System Management Services Software: An Inside Look
The Sun Fire™ 15K server is monitored and controlled by a system controller (SC) that runs System Management Services (SMS) software in the Solaris™ Operating Environment (Solaris OE). SMS is highly integrated into the Solaris OE and uses several of its features while performing its role for the platform.
This Sun BluePrints™ OnLine article addresses some of the more advanced topics of SMS software including the Management Network (MAN) and SMS security. In addition, it provides insight to a new security feature that is available through a patch to SMS version 1.2 and that is integrated in follow-on releases such as the upcoming SMS version 1.3. This new feature provides the much requested capability to use secure shell for file synchronization between SCs.
This article contains the following sections:
"Understanding the Management Network (MAN)"
"Managing Complete Link Failure"
"Understanding SMS Security Design"
"Using ssh for SC to SC File Propagation"
Understanding the Management Network (MAN)
The Sun Fire 15K server has two SCs within the platform cabinet. One of the SCs is designated as the main SC, and the other is designated as the spare SC. These two SCs must be kept synchronized with one another and must be apprised of each others' statuses. The Sun Fire 15K server allows the hardware to be partitioned into one or more environments that are capable of running separate images of the Solaris OE, commonly referred to as domains. With this in mind, the main SC has the following additional functions:
Controlling dynamic reconfiguration (DR)
Providing consoles for each domain
Recording message logs for each domain
Assisting with the installation of Solaris OE domains
Synchronizing time between the SC and domains
These functions are implemented over a network that is internal to the platform chassis called the Management Network or MAN. The MAN is not a general-purpose network and should only be used for its intended purpose. To that end, neither the domains themselves, nor the SC will route traffic to these networks by default, other than as mentioned above.
FIGURE 1 MAN Overview
The SC-to-domain network is referred to as the I1 network. It is constructed from 18 separate 100BASE-T network interface controllers (NICs) on each SC, which then connect to an Ethernet hub on each input/output (I/O) board, forming a point-point network between the SC and each I/O board. Because the Ethernet hub has connections from each SC, it is programmable so that only the NIC connecting to the main SC is active. These networks operate at half-duplex because the hub on the I/O board does not support full-duplex transfers.
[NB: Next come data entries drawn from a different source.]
impl CellState {
    fn count(&mut self, answers: &[Drawn; 3]) {
        self.responses += 1;
        for (m, a) in answers.iter().enumerate() {
            if let (Some(n), Some(y)) = (self.n.get_mut(m), self.yes.get_mut(m)) {
                match a {
                    Drawn::Yes => {
                        *n += 1;
                        *y += 1;
                    }
                    Drawn::No => *n += 1,
                    Drawn::Blank | Drawn::Unsure => {}
                }
            }
        }
    }

    /// Whether closeout's verdict calls this cell met: every measure's margin under
    /// the deciding method within the target, and the minimum reached (the rule of
    /// `assess`, applied to the counts the plan knows).
    fn met(&self, method: Method, level: Level, target: f64) -> bool {
        if self.responses < self.minimum {
            return false;
        }
        self.n.iter().zip(self.yes.iter()).all(|(&n, &s)| {
            let q = Query::new(s, n, level)
                .and_then(|q| q.with_tune_for(self.tune_for))
                .and_then(|q| match self.population {
                    Some(total) if total >= n => q.with_population(total),
                    _ => Ok(q),
                });
            match q {
                Ok(q) => bounds::interval(method, &q).is_ok_and(|i| i.margin <= target),
                Err(_) => false,
            }
        })
    }
}

/// A row being written: everything but its place in the file.
struct Row {
    at: Timestamp,
    cell: (usize, usize),
    id: String,
    answers: [Drawn; 3],
    kind: RowKind,
}

fn two_digits(out: &mut String, v: i8) {
    out.push(char::from(b'0' + (v / 10) as u8));
    out.push(char::from(b'0' + (v % 10) as u8));
}

/// The text of one row, with its line end.
fn row_text(rng: &mut ChaCha8Rng, row: &Row, boosted: bool) -> String {
    let (z, a) = row.cell;
    let channel_draw: f64 = rng.random();
    let phone_share = if boosted { 0.7 } else { 0.3 };
    let (channel, interviewer) = if channel_draw < phone_share {
        ("telephone", format!("IV-{:04}", rng.random_range(1..=16)))
    } else if channel_draw < phone_share + 0.12 {
        ("in-person", format!("IV-{:04}", rng.random_range(1..=16)))
    } else {
        ("online", "web".to_string())
    };
    let time = match row.kind {
        RowKind::Malformed { kind: "bad_time" } => {
            // A day-first local form instead of RFC 3339: an exporter's setting gone wrong.
            let civil = row.at.to_zoned_datetime(jiff::tz::TimeZone::UTC);
            let mut t = String::new();
            two_digits(&mut t, civil.day());
            t.push('/');
            two_digits(&mut t, civil.month());
            t.push_str(&format!("/{} ", civil.year()));
            two_digits(&mut t, civil.hour());
            t.push(':');
            two_digits(&mut t, civil.minute());
            t
        }
        _ => row.at.to_string(),
    };
    let answers: Vec<&str> = (0..3)
        .map(|m| answer_text(rng, m, row.answers.get(m).copied().unwrap_or(Drawn::Blank)))
        .collect();
    let minutes = rng.random_range(400..3000) as f64 / 100.0;
    let mut text = format!(
        "{},{},{},{},{},{},{},{},{}",
        row.id,
        time,
        ZONES.get(z).unwrap_or(&""),
        AGE_BANDS.get(a).unwrap_or(&""),
        channel,
        interviewer,
        answers.first().unwrap_or(&""),
        answers.get(1).unwrap_or(&""),
        answers.get(2).unwrap_or(&""),
    );
    // A row that lost its last field (a tablet's export cut short) has 9 fields.
    if row.kind
        != (RowKind::Malformed {
            kind: "field_count",
        })
    {
        text.push_str(&format!(",{minutes:.2}"));
    }
    text.push('\n');
    text
}

/// The header line.
pub fn header() -> String {
    let mut h = scenario::COLUMNS.join(",");
    h.push('\n');
    h
}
Between the two SCs themselves, another network referred to as the I2 network exists. This network operates at 100-megabit full-duplex and does not involve the use of hubs.
I1 MAN Functions
- Domain consoles
- Message logging
- Dynamic reconfiguration
- Network boot/Solaris OE installation
- Time synchronization
I2 MAN Functions
- SC heartbeat
- File synchronization
The MAN drivers on the SC create meta-interfaces for individual NICs to reduce complexity and administrative overhead. The drivers also implement the concept of a community network that can be monitored by the SC and that can be configured in a highly available manner by using both external NICs on the SC. A floating IP address is created and owned by the main SC, as an aid to reach the main SC for external clients that might not have specific knowledge of which SC is performing a certain role at a given time.
FIGURE 2 Simplified MAN Overview
Note that it is possible for there to be multiple interfaces on the domain side of the I1 network. A single meta-interface represented by scman0 on the SC is created. It reacts to path failures and automatically switches the active network path, provided that one exists. It also enforces domain isolation, keeping domain traffic exclusively between the domain and SC, while making various point-point links appear as a normal Ethernet network. On the domain side of the network, there is a corresponding meta-interface called dman0.
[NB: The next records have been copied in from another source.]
//! Running sums per cell and measure, built from responses one at a time, with
//! duplicate ids removed; and the batch read of a whole CSV for `closeout status`.
//! Knows nothing of files (it reads any `std::io::Read`) or terminals.
//!
//! # Exact and mergeable
//!
//! Every accumulator here has `add` and `merge`. Counts are integers, and the weighted
//! sums Σw, Σw², Σwy are kept *exactly* (as a list of non-overlapping partial sums,
//! Shewchuk's method, the one behind Python's `math.fsum`) and rounded once when
//! read. So a sum does not depend on the order its terms arrived in, and a tally
//! built in pieces equals the one-pass tally bit for bit, weights included.
//!
//! A [`Tally`] is merged with the tally of the records that *follow* it, built with
//! [`Tally::continuing`]. The follower starts from what its predecessor has seen (the
//! ids, and the unexpected values given an entry of their own), so each follower
//! decides duplicates and the unexpected-value limit exactly as a single pass would,
//! and [`Tally::merge`] only adds. `merge` refuses a tally that does not begin
//! exactly where this one ends. See [`Tally::continuing`] for the patterns this
//! allows.

use std::collections::{BTreeMap, BTreeSet};
use std::io::Read;
use std::sync::atomic::{AtomicU64, Ordering};

use jiff::Timestamp;

use crate::bounds::WeightSums;
use crate::rows::{self, Answer, Layout, Rejection, Response};

mod counter;
mod ids;
mod pipe;

pub use counter::{Counter, CountingStopped};
use ids::IdSet;

/// Rejections and duplicates listed in full (the rest are counted).
pub const LISTED: usize = 50;

/// Distinct unexpected values given their own entry, per measure; later distinct
/// values are counted under [`OTHER_VALUES`].
pub const UNEXPECTED_LIMIT: usize = 100;

/// The entry under which unexpected values beyond the first [`UNEXPECTED_LIMIT`]
/// distinct ones are counted. (An answer that is literally "(other)" is counted
/// there too.)
pub const OTHER_VALUES: &str = "(other)";

/// A cell: its values normalised with [`rows::normalise`], in the `cells.by` order.
#[derive(Clone, Debug, PartialEq, Eq, PartialOrd, Ord, Hash)]
pub struct CellKey(pub Vec<String>);

impl CellKey {
    /// The key of a response's raw cell values.
    pub fn of(raw: &[&str]) -> CellKey {
        CellKey(raw.iter().map(|v| rows::normalise(v)).collect())
    }
}

/// The running sums of one measure in one cell.
///
/// `n` counts yes and no answers, whatever their weight: a response with weight 0
/// is in `n` (and `successes` if yes) but adds nothing to the weighted sums.
/// Blank answers are `missing`, other answers `unexpected`; neither is in `n` or in
/// the weighted sums.
#[derive(Clone, Debug, Default)]
pub struct MeasureTally {
    /// Yes and no answers.
    pub n: u64,
    /// Yes answers.
    pub successes: u64,
    /// Blank answers.
    pub missing: u64,
    /// Answers that are neither yes nor no.
    pub unexpected: u64,
    /// Σw, Σw², Σwy over the yes and no answers (y = 1 for yes), each the exact sum
    /// rounded once to the nearest f64. Kept up to date by `add` and `merge`, which
    /// overwrite it; read it, do not write it.
    pub weights: WeightSums,
    exact: [ExactSum; 3],
}

impl PartialEq for MeasureTally {
    /// Equal counts and equal weighted sums (the exact sums' partials may be held
    /// differently for the same total).
    fn eq(&self, other: &MeasureTally) -> bool {
        self.n == other.n
            && self.successes == other.successes
            && self.missing == other.missing
            && self.unexpected == other.unexpected
            && self.weights == other.weights
    }
}

impl MeasureTally {
    /// Count one answer with its weight. The weight is expected finite and 0 or more
    /// (as [`rows::read_record`] guarantees); anything else makes the weighted sums
    /// meaningless (infinite or NaN) but never panics.
    pub fn add(&mut self, answer: Answer, weight: f64) {
        match answer {
            Answer::Yes | Answer::No => {
                let yes = answer == Answer::Yes;
                self.n += 1;
                self.exact[0].add(weight);
                self.exact[1].add(weight * weight);
                if yes {
                    self.successes += 1;
                    self.exact[2].add(weight);
                }
                self.round();
            }
            Answer::Missing => self.missing += 1,
            Answer::Unexpected => self.unexpected += 1,
        }
    }

    /// `yes` yes answers and `no` no answers, each of weight `weight`, without
    /// bringing `weights` up to date (call `round`). Exactly what adding them one by
    /// one gives, for a weight of 0 or between 2⁻⁴⁰⁰ and 2⁴⁰⁰ (see [`repeat_exactly`]).
    fn add_many(&mut self, yes: u64, no: u64, weight: f64) {
        let count = yes + no;
        if count == 0 {
            return;
        }
        self.n += count;
        self.successes += yes;
        for (sum, (times, term)) in
            self.exact
                .iter_mut()
                .zip([(count, weight), (count, weight * weight), (yes, weight)])
        {
            let (hi, lo) = repeat_exactly(times, term);
            sum.add(hi);
            sum.add(lo);
        }
    }

    /// [`MeasureTally::add`] without bringing `weights` up to date (call `round`).
    fn add_unrounded(&mut self, answer: Answer, weight: f64) {
        match answer {
            Answer::Yes | Answer::No => {
                self.n += 1;
                self.exact[0].add(weight);
                self.exact[1].add(weight * weight);
                if answer == Answer::Yes {
                    self.successes += 1;
                    self.exact[2].add(weight);
                }
            }
            Answer::Missing => self.missing += 1,
            Answer::Unexpected => self.unexpected += 1,
        }
    }

    /// Add another tally of the same measure. Exact, and the order does not matter.
    pub fn merge(&mut self, other: &MeasureTally) {
        self.n += other.n;
        self.successes += other.successes;
        self.missing += other.missing;
        self.unexpected += other.unexpected;
        for (mine, theirs) in self.exact.iter_mut().zip(&other.exact) {
            mine.merge(theirs);
        }
        self.round();
    }

    fn round(&mut self) {
        self.weights = WeightSums {
            sum_w: self.exact[0].value(),
            sum_w2: self.exact[1].value(),
            sum_wy: self.exact[2].value(),
        };
    }
}

/// Whether [`repeat_exactly`] is exact for a term: 0, or between 2⁻⁴⁰⁰ and 2⁴⁰⁰ (so
/// that the term, its square and their products with a count below 2⁵³ stay far from
/// underflow and overflow).
pub(crate) fn repeats_exactly(term: f64) -> bool {
    term == 0.0
        || (term.abs() >= f64::from_bits(623 << 52) && term.abs() <= f64::from_bits(1423 << 52))
}

/// `times × term` as two floats whose exact sum it is (the product rounded, and its
/// rounding error by a fused multiply-add; Dekker 1971, "A floating-point technique
/// for extending the available precision"). Exact when `times < 2⁵³` and
/// [`repeats_exactly`] holds for the term.
fn repeat_exactly(times: u64, term: f64) -> (f64, f64) {
    let c = times as f64;
    let hi = c * term;
    (hi, c.mul_add(term, -hi))
}

/// A sum of f64 terms held exactly, as non-overlapping partial sums in increasing
/// magnitude (Shewchuk 1997, "Adaptive precision floating-point arithmetic and fast
/// robust geometric predicates"; the algorithm of Python's `math.fsum`). [`value`]
/// is the exact sum correctly rounded, so it does not depend on the order of the
/// terms. A sum beyond the largest f64 is infinite.
///
/// [`value`]: ExactSum::value
#[derive(Clone, Debug, Default)]
struct ExactSum {
    partials: Vec<f64>,
    /// The sum of infinite or NaN terms, and +∞ after an overflow; 0 otherwise.
    special: f64,
}

impl ExactSum {
    fn add(&mut self, term: f64) {
        if !term.is_finite() {
            self.special += term;
            return;
        }
        let mut x = term;
        let mut kept = 0;
        for j in 0..self.partials.len() {
            let mut y = self.partials[j];
            if x.abs() < y.abs() {
                std::mem::swap(&mut x, &mut y);
            }
            let hi = x + y;
            let lo = y - (hi - x);
            if lo != 0.0 {
                self.partials[kept] = lo;
                kept += 1;
            }
            x = hi;
        }
        self.partials.truncate(kept);
        if !x.is_finite() {
            // Two finite partials overflowed: the sum is beyond the largest f64.
            self.special += x;
            self.partials.clear();
        } else if x != 0.0 {
            self.partials.push(x);
        }
    }

    fn merge(&mut self, other: &ExactSum) {
        self.special += other.special;
        for &p in &other.partials {
            self.add(p);
        }
    }

    /// The exact sum rounded to the nearest f64 (ties to even), as `math.fsum` does.
    fn value(&self) -> f64 {
        if self.special != 0.0 || self.special.is_nan() {
            return self.special;
        }
        let p = &self.partials;
        let Some(mut n) = p.len().checked_sub(1) else {
            return 0.0;
        };
        let mut hi = p[n];
        let mut lo = 0.0;
        while n > 0 {
            let x = hi;
            n -= 1;
            let y = p[n];
            hi = x + y;
            lo = y - (hi - x);
            if lo != 0.0 {
                break;
            }
        }
        // Round half to even across partials: when the rest has the sign of `lo`,
        // the exact sum is beyond the half-way point.
        if n > 0 && ((lo < 0.0 && p[n - 1] < 0.0) || (lo > 0.0 && p[n - 1] > 0.0)) {
            let y = lo * 2.0;
            let x = hi + y;
            if x - hi == y {
                hi = x;
            }
        }
        hi
    }
}

/// When a cell's responses arrived, from the time column: a count per hour (hours
/// since the Unix epoch, UTC), the first and latest time, and the responses without
/// a time. One entry per hour with arrivals, never one per response. Without a time
/// column every response is untimed and the caller measures rate by the wall clock.
#[derive(Clone, Debug, Default, PartialEq, Eq)]
pub struct Arrivals {
    hours: BTreeMap<i64, u64>,
    first: Option<Timestamp>,
    latest: Option<Timestamp>,
    untimed: u64,
}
The I2 network has its own meta-interface called scman1. Unlike I1 network scman0 interfaces, scman1 interfaces are active on both SCs. The scman1 network has two possible paths, and the network driver will detect path failures and switch paths automatically just as the scman0 meta-interface does.
Automatic path switchover is handled as follows:
I1 network. By default, a domain's active NIC is on the I/O board that contains the golden input/output static random access memory (IOSRAM). IOSRAMs are located on every I/O board, with the golden IOSRAM acting as the master IOSRAM, hence the term golden. This is typically the lowest numbered I/O board in the domain; however, this may not always be the case. dman0 pings the SC through the active NIC every 10 seconds. Every 30 seconds, dman0 checks the inbound packet count. If the packet count has increased, the connection is considered good. If not, a path switch is started and the next available path is selected.
I2 network. By default, the active NIC is eri0, but this may change in the future. scman1 on the main SC pings the spare SC through the active NIC every 10 seconds. Every 30 seconds, scman1 on the main SC checks the inbound packet count. If the packet count has increased, the connection is considered good. If not, the active path is switched to the other NIC, provided it was not previously marked as failed.